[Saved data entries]

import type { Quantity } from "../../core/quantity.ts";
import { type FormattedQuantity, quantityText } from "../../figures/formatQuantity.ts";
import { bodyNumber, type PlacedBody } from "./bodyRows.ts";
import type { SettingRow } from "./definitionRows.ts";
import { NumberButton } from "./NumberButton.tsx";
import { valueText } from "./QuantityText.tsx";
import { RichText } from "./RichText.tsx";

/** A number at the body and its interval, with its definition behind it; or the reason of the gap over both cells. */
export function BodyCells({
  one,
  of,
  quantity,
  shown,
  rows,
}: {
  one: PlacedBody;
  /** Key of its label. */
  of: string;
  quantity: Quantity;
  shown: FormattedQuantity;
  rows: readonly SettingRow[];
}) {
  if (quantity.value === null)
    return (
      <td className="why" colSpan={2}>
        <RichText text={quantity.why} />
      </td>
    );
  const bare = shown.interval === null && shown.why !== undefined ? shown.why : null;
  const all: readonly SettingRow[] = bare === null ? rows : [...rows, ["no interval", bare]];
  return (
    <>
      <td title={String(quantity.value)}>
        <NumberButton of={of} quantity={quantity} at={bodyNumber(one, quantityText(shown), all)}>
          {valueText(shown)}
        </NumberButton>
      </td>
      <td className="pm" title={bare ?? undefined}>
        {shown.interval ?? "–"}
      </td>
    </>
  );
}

* _WHAT TO PRODUCE_:
What is needed is a copy of every line above in which "title" appears.

* _WRITTEN SOLUTION_:
      <td title={String(quantity.value)}>
      <td className="pm" title={bare ?? undefined}>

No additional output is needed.